After the morning cub feed, reality strikes as we sit on our beds in our room, Tamara – my English roommate – and I packing up the last of our belongings as the rain patters heavily outside our window, Mr. Crow pressing close and looking in at us from the unusually dark mid-morning courtyard. Z, Tamara and I chat as I stuff bunches of clothes, dirty and clean, into my duffle. We laugh about the fun we’d had and talk gently about what lies ahead for each of us, and talk about the cubs who we all love purely. The vibe, nurtured by the weather outside, is mellow and the feeling of change is imminent. I check the black digital watch on my left wrist and I find that it’s almost 11am, when our car is due to arrive and bring the seven (out of twelve) of us back to Johannesburg. I know I have to see the cubs once more. After I pack the last of my things and stare at the now-empty space around my bed, in the room that had been my home for the last month where I’d gained a new – but temporary – family, I set out across the field to the barn once again. I go inside the cubs’ den with Tamara and Joana, who films us playing with them despite the heavy rain, the muddy cubs, and the fact that we are no longer in our ‘work clothes. ’ As I push the enclosure door shut and the latch locks with its familiar metal ‘clank,’ they come padding around the corner from their playground area, trotting toward us and meowing in their high-pitched voices, loudly, longingly. They slink in their puppy-like, cat-like way around us in circles and look up straight into our eyes with their wide, icy blue eyes, uttering their crackling little roars. Their soft white fur is slathered with brown mud and they look even more infantile. Tamara and I make the most of our time with them and I cuddle Kovu, the runt and most feisty one of them all, for as long as I can. When my friends walk out, I stand there for a few more seconds alone and tears well in my eyes. I look at the cubs and take them in, trying to memorize them. I say goodbye and shut the gate behind me, knowing memory will never be enough.
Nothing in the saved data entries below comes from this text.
// randPairs returns S·B·S⁻¹ where B is block upper triangular with 2×2
// diagonal blocks of complex-conjugate eigenvalue pairs (plus one real
// eigenvalue if n is odd) and a random strictly block-upper part, and
// S = I + 0.3·N(0, 1/n) is well conditioned. Continuous: eigenvalues
// σ ± iω, σ ∈ [−3, −0.5], ω ∈ [0.5, 5]. Discrete: r·e^{±iθ}, r ∈ [0.3, 0.9].
func randPairs(n int, rng *rand.Rand, discrete bool) *mat.Dense {
	b := mat.NewDense(n, n, nil)
	for i := 0; i < n; i++ {
		for j := i + 1; j < n; j++ {
			b.Set(i, j, 0.5*rng.NormFloat64()/math.Sqrt(float64(n)))
		}
	}
	for i := 0; i < n; i += 2 {
		if i+1 == n {
			if discrete {
				b.Set(i, i, 1.8*rng.Float64()-0.9)
			} else {
				b.Set(i, i, -0.5-2.5*rng.Float64())
			}
			break
		}
		var re, im float64
		if discrete {
			r, th := 0.3+0.6*rng.Float64(), 0.2+2.7*rng.Float64()
			re, im = r*math.Cos(th), r*math.Sin(th)
		} else {
			re, im = -0.5-2.5*rng.Float64(), 0.5+4.5*rng.Float64()
		}
		b.Set(i, i, re)
		b.Set(i+1, i+1, re)
		b.Set(i, i+1, im)
		b.Set(i+1, i, -im)
	}
	s := randn(n, rng)
	s.Scale(0.3, s)
	s.Add(s, eye(n))
	var sinv mat.Dense
	if err := sinv.Inverse(s); err != nil {
		panic(err)
	}
	var a mat.Dense
	a.Product(s, b, &sinv)
	return &a
}

// randSPD returns a random symmetric positive definite Q = MMᵀ + I.
func randSPD(n int, rng *rand.Rand) *mat.Dense {
	m := randn(n, rng)
	var q mat.Dense
	q.Mul(m, m.T())
	q.Add(&q, eye(n))
	return &q
}

// kroneckerSolve solves the equation through its n²×n² Kronecker form with
// mat.Dense.Solve (LU): (I⊗Aᵀ + Aᵀ⊗I)·vec P = −vec Q, or
// (Aᵀ⊗Aᵀ − I)·vec P = −vec Q, vec stacking columns.
func kroneckerSolve(a, q *mat.Dense, discrete bool) *mat.Dense {
	n, _ := a.Dims()
	var k mat.Dense
	if discrete {
		k.Kronecker(a.T(), a.T())
		k.Sub(&k, eye(n*n))
	} else {
		var k2 mat.Dense
		k.Kronecker(eye(n), a.T())
		k2.Kronecker(a.T(), eye(n))
		k.Add(&k, &k2)
	}
	rhs := mat.NewVecDense(n*n, nil)
	for j := 0; j < n; j++ {
		for i := 0; i < n; i++ {
			rhs.SetVec(j*n+i, -q.At(i, j))
		}
	}
	var x mat.VecDense
	if err := x.SolveVec(&k, rhs); err != nil {
		panic(err)
	}
	p := mat.NewDense(n, n, nil)
	for j := 0; j < n; j++ {
		for i := 0; i < n; i++ {
			p.Set(i, j, x.AtVec(j*n+i))
		}
	}
	return p
}

func solve(a, q *mat.Dense, discrete bool) (*mat.SymDense, float64, error) {
	if discrete {
		p, err := Discrete(a, q)
		if err != nil {
			return nil, 0, err
		}
		return p, DiscreteResidual(a, p, q), nil
	}
	p, err := Continuous(a, q)
	if err != nil {
		return nil, 0, err
	}
	return p, ContinuousResidual(a, p, q), nil
}

// TestAgainstKronecker compares with gonum as a reference: a dense LU solve of
// the Kronecker form, for random stable matrices of size 1…30.
func TestAgainstKronecker(t *testing.T) {
	sizes := []int{1, 2, 3, 4, 5, 6, 7, 8, 9, 10, 11, 12, 15, 20, 25, 30}
	kinds := []struct {
		name     string
		discrete bool
		gen      func(n int, rng *rand.Rand) *mat.Dense
	}{
		{"continuous/shifted random", false, randStable},
		{"continuous/complex pairs", false, func(n int, rng *rand.Rand) *mat.Dense { return randPairs(n, rng, false) }},
		{"discrete/scaled random", true, randSchurStable},
		{"discrete/complex pairs", true, func(n int, rng *rand.Rand) *mat.Dense { return randPairs(n, rng, true) }},
	}
	for ki, kind := range kinds {
		for _, n := range sizes {
			if testing.Short() && n > 12 && n != 30 {
				continue
			}
			t.Run(fmt.Sprintf("%s/n=%d", kind.name, n), func(t *testing.T) {
				rng := rand.New(rand.NewPCG(uint64(n), uint64(ki)))
				a := kind.gen(n, rng)
				q := randSPD(n, rng)
				p, res, err := solve(a, q, kind.discrete)
				if err != nil {
					t.Fatal(err)
				}
				want := kroneckerSolve(a, q, kind.discrete)
				d := relDiff(p, want)
				t.Logf("relative difference %.2g, relative residual %.2g", d, res)
				if d > 1e-9 {
					t.Errorf("relative difference from Kronecker solve %.3g > 1e-9", d)
				}
				if res > 1e-12 {
					t.Errorf("relative residual %.3g", res)
				}
			})
		}
	}
}

// TestLargeResidual checks the relative residual for n = 50, 100, 200.
func TestLargeResidual(t *testing.T) {
	cases := []struct {
		n        int
		discrete bool
		pairs    bool
	}{
		{50, false, false}, {50, false, true}, {100, false, false}, {100, false, true}, {200, false, false},
		{50, true, false}, {50, true, true}, {100, true, false}, {100, true, true}, {200, true, false},
	}
	for i, c := range cases {
		name := fmt.Sprintf("continuous/n=%d", c.n)
		if c.discrete {
			name = fmt.Sprintf("discrete/n=%d", c.n)
		}
		if c.pairs {
			name += "/complex pairs"
		}
		t.Run(name, func(t *testing.T) {
			rng := rand.New(rand.NewPCG(uint64(c.n), uint64(100+i)))
			var a *mat.Dense
			switch {
			case c.pairs:
				a = randPairs(c.n, rng, c.discrete)
			case c.discrete:
				a = randSchurStable(c.n, rng)
			default:
				a = randStable(c.n, rng)
			}
			q := randSPD(c.n, rng)
			_, res, err := solve(a, q, c.discrete)
			if err != nil {
				t.Fatal(err)
			}
			t.Logf("relative residual %.2g", res)
			if res > 1e-10 {
				t.Errorf("relative residual %.3g > 1e-10", res)
			}
		})
	}
}

// TestSingular checks that singular equations return an error wrapping
// ErrSingular instead of a meaningless P.
func TestSingular(t *testing.T) {
	s := mat.NewDense(2, 2, []float64{2, 1, 1, 1})
	var sinv mat.Dense
	if err := sinv.Inverse(s); err != nil {
		t.Fatal(err)
	}
	var similar mat.Dense // S·diag(1, −1)·S⁻¹: eigenvalues 1 and −1, not diagonal
	similar.Product(s, mat.NewDiagDense(2, []float64{1, -1}), &sinv)
	cases := []struct {
		name     string
		discrete bool
		a        *mat.Dense
		want     string
	}{
		{"continuous eigenvalues 1 and −1", false, mat.NewDense(2, 2, []float64{1, 0, 0, -1}), "λi+λj"},
		{"continuous eigenvalues 1 and −1, non-diagonal", false, &similar, "λi+λj"},
		{"continuous imaginary pair ±i", false, mat.NewDense(2, 2, []float64{0, 1, -1, 0}), "λi+λj"},
		{"continuous singular A", false, mat.NewDense(2, 2, []float64{-1, 0, 0, 0}), "λi+λj"},
		{"continuous zero A", false, mat.NewDense(2, 2, nil), "λi+λj"},
		{"discrete eigenvalues 1 and −1", true, mat.NewDense(2, 2, []float64{1, 0, 0, -1}), "λiλj−1"},
		{"discrete eigenvalues 2 and 1/2", true, mat.NewDense(2, 2, []float64{2, 5, 0, 0.5}), "λiλj−1"},
		{"discrete rotation", true, mat.NewDense(2, 2, []float64{0.6, 0.8, -0.8, 0.6}), "λiλj−1"},
	}
	for _, c := range cases {
		t.Run(c.name, func(t *testing.T) {
			p, _, err := solve(c.a, eye(2), c.discrete)
			if err == nil {
				t.Fatalf("no error; P = %v", mat.Formatted(p))
			}
			if !errors.Is(err, ErrSingular) {
				t.Errorf("error %q does not wrap ErrSingular", err)
			}
			if !strings.Contains(err.Error(), c.want) {
				t.Errorf("error %q does not mention %s", err, c.want)
			}
		})
	}
}

// TestSingularTol checks both sides of the SingularTol threshold: an
// eigenvalue pair whose sum (product − 1) is far below SingularTol times the
// operator-norm bound is rejected; one well above it is solved accurately.
func TestSingularTol(t *testing.T) {
	cases := []struct {
		name     string
		discrete bool
		a        []float64
		wantErr  bool
	}{
		{"continuous 1, −1+1e-13", false, []float64{1, 1, 0, -1 + 1e-13}, true},
		{"continuous 1, −1+1e-6", false, []float64{1, 1, 0, -1 + 1e-6}, false},
		{"discrete 2, 1/2+1e-14", true, []float64{2, 1, 0, 0.5 + 1e-14}, true},
		{"discrete 2, 1/2+1e-6", true, []float64{2, 1, 0, 0.5 + 1e-6}, false},
	}
	for _, c := range cases {
		t.Run(c.name, func(t *testing.T) {
			a := mat.NewDense(2, 2, c.a)
			_, res, err := solve(a, eye(2), c.discrete)
			if c.wantErr {
				if !errors.Is(err, ErrSingular) {
					t.Errorf("err = %v, want ErrSingular", err)
				}
				return
			}
			if err != nil {
				t.Fatal(err)
			}
			if res > 1e-14 {
				t.Errorf("relative residual %.3g", res)
			}
		})
	}
}

func TestNonFinite(t *testing.T) {
	a := mat.NewDense(2, 2, []float64{-1, math.NaN(), 0, -1})
	if _, err := Continuous(a, eye(2)); err == nil {
		t.Error("Continuous: no error for NaN in A")
	}
	q := mat.NewDense(2, 2, []float64{1, 0, 0, math.Inf(1)})
	if _, err := Discrete(mat.NewDense(2, 2, []float64{0.5, 0, 0, 0.5}), q); err == nil {
		t.Error("Discrete: no error for Inf in Q")
	}
}

func TestDimensionPanics(t *testing.T) {
	sq := mat.NewDense(2, 2, []float64{-1, 0, 0, -1})
	rect := mat.NewDense(2, 3, nil)
	cases := []struct {
		name string
		f    func()
	}{
		{"Continuous non-square A", func() { Continuous(rect, eye(2)) }},
		{"Continuous Q mismatch", func() { Continuous(sq, eye(3)) }},
		{"Discrete non-square A", func() { Discrete(rect, eye(2)) }},
		{"Discrete Q mismatch", func() { Discrete(sq, eye(3)) }},
		{"Continuous empty", func() { Continuous(&mat.Dense{}, &mat.Dense{}) }},
		{"ContinuousResidual P mismatch", func() { ContinuousResidual(sq, mat.NewSymDense(3, nil), eye(2)) }},
		{"DiscreteResidual Q mismatch", func() { DiscreteResidual(sq, mat.NewSymDense(2, nil), eye(3)) }},
	}
	for _, c := range cases {
		t.Run(c.name, func(t *testing.T) {
			defer func() {
				if recover() == nil {
					t.Error("no panic")
				}
			}()
			c.f()
		})
	}
}

// TestNonSymmetricQ checks that only the symmetric part of Q is used.
func TestNonSymmetricQ(t *testing.T) {
	rng := rand.New(rand.NewPCG(7, 7))
	for _, discrete := range []bool{false, true} {
		var a *mat.Dense
		if discrete {
			a = randSchurStable(6, rng)
		} else {
			a = randStable(6, rng)
		}
		q := randn(6, rng)
		var qs mat.Dense
		qs.Add(q, q.T())
		qs.Scale(0.5, &qs)
		p1, _, err1 := solve(a, q, discrete)
		p2, _, err2 := solve(a, &qs, discrete)
		if err1 != nil || err2 != nil {
			t.Fatal(err1, err2)
		}
		if d := relDiff(p1, p2); d > 1e-14 {
			t.Errorf("discrete=%v: P(Q) and P((Q+Qᵀ)/2) differ by %.3g", discrete, d)
		}
	}
}

// TestStridedViews checks that A and Q given as views into larger matrices
// (stride ≠ columns) are read correctly.
func TestStridedViews(t *testing.T) {
	rng := rand.New(rand.NewPCG(3, 4))
	for _, discrete := range []bool{false, true} {
		var a *mat.Dense
		if discrete {
			a = randSchurStable(5, rng)
		} else {
			a = randStable(5, rng)
		}
		q := randSPD(5, rng)
		bigA, bigQ := mat.NewDense(7, 8, nil), mat.NewDense(7, 8, nil)
		for i := range 7 {
			for j := range 8 {
				bigA.Set(i, j, 99)
				bigQ.Set(i, j, -99)
			}
		}
		va := bigA.Slice(1, 6, 2, 7).(*mat.Dense)
		vq := bigQ.Slice(2, 7, 1, 6).(*mat.Dense)
		va.Copy(a)
		vq.Copy(q)
		p1, _, err1 := solve(a, q, discrete)
		p2, _, err2 := solve(va, vq, discrete)
		if err1 != nil || err2 != nil {
			t.Fatal(err1, err2)
		}
		if d := relDiff(p1, p2); d != 0 {
			t.Errorf("discrete=%v: view and copy give different P (%.3g)", discrete, d)
		}
	}
}

func TestResidual(t *testing.T) {
	a := mat.NewDense(2, 2, []float64{0, 1, -1, -1})
	p := mat.NewSymDense(2, []float64{1.5, 0.5, 0.5, 1})
	q := eye(2)
	if r := ContinuousResidual(a, p, q); r != 0 {
		t.Errorf("Ogata exact P: residual %g, want 0", r)
	}
	// P + δI changes AᵀP + PA by 2δ·sym(A) = δ·[0 0; 0 −2]: residual 2δ over
	// ‖A‖_F‖P‖_F + ‖Q‖_F.
	const delta = 1e-3
	pd := mat.NewSymDense(2, []float64{1.5 + delta, 0.5, 0.5, 1 + delta})
	want := 2 * delta / (math.Sqrt(3)*mat.Norm(pd, 2) + math.Sqrt(2))
	if r := ContinuousResidual(a, pd, q); math.Abs(r-want) > 1e-15 {
		t.Errorf("perturbed P: residual %g, want %g", r, want)
	}
	ad := mat.NewDense(1, 1, []float64{0.5})
	if r := DiscreteResidual(ad, mat.NewSymDense(1, []float64{4.0 / 3}), eye(1)); r > 1e-16 {
		t.Errorf("discrete scalar: residual %g", r)
	}
	// |p/4 − p + 1| = 1/2 for p = 2, over ‖A‖²‖P‖ + ‖P‖ + ‖Q‖ = 1/2 + 2 + 1.
	if r := DiscreteResidual(ad, mat.NewSymDense(1, []float64{2}), eye(1)); math.Abs(r-0.5/3.5) > 1e-15 {
		t.Errorf("discrete scalar p=2: residual %g, want %g", r, 0.5/3.5)
	}
	z := mat.NewDense(2, 2, nil)
	if r := ContinuousResidual(z, mat.NewSymDense(2, nil), z); r != 0 {
		t.Errorf("all zero: residual %g, want 0", r)
	}
}

func TestSpectral(t *testing.T) {
	cases := []struct {
		name            string
		a               []float64
		abscissa, rho   float64
		hurwitz, schurS bool
	}{
		// Ogata's A: eigenvalues (−1 ± i√3)/2.
		{"Ogata", []float64{0, 1, -1, -1}, -0.5, 1, true, false},
		{"diag(−1, −3)", []float64{-1, 0, 0, -3}, -1, 3, true, false},
		{"diag(1, −1)", []float64{1, 0, 0, -1}, 1, 1, false, false},
		{"0.5·rotation", []float64{0.3, 0.4, -0.4, 0.3}, 0.3, 0.5, false, true},
		{"Jordan block at −0.5", []float64{-0.5, 1, 0, -0.5}, -0.5, 0.5, true, true},
	}
	for _, c := range cases {
		t.Run(c.name, func(t *testing.T) {
			a := mat.NewDense(2, 2, c.a)
			if got := SpectralAbscissa(a); math.Abs(got-c.abscissa) > 1e-12 {
				t.Errorf("SpectralAbscissa = %g, want %g", got, c.abscissa)
			}
			if got := SpectralRadius(a); math.Abs(got-c.rho) > 1e-12 {
				t.Errorf("SpectralRadius = %g, want %g", got, c.rho)
			}
			if got := IsHurwitz(a); got != c.hurwitz {
				t.Errorf("IsHurwitz = %v, want %v", got, c.hurwitz)
			}
			if got := IsSchurStable(a); got != c.schurS {
				t.Errorf("IsSchurStable = %v, want %v", got, c.schurS)
			}
		})
	}
}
The white van arrives and you can cut the resistance in the air with a knife. No one wants to leave. After throwing our ample duffle bags and backpacks into the car, everyone gathers in the grassy field – the twelve volunteers along with Petronel and Angelique, a girl from South Africa who manages the animals under Petronel and who I grew quite close with. Though she is two years younger than I am, we share a birthday as well as similar personality traits and ideas, things we discovered while cutting raw meat every day for hours on end, even one time at 10pm in the cold, windy barn after realizing there was not enough in the buckets for the morning cat feeds. We all hug each other for the last time and say our goodbyes tearfully, in the damp mist under the cold grey sky. I climb into the van and sit next to Tamara in the middle row, the sound of tires rolling forward on the hard dirt punctuated by a dull sense of gloom inside. Looking back at our friends getting farther away by the second, tears roll steadily down my cheeks, which are flushed and already moist from the relentless wet weather. I gaze out the front window as we make our way down the long, winding, unpaved driveway through the rolling fields. As we descend lower and approach closer to the gate at the main road, I’m penetrated by a profound sadness that is impossible to express with words. I feel rooted to the ground here, yet I am being wrenched out and pulled away. I know in this moment – so completely and without any doubt – that I will come back to live and work in Africa.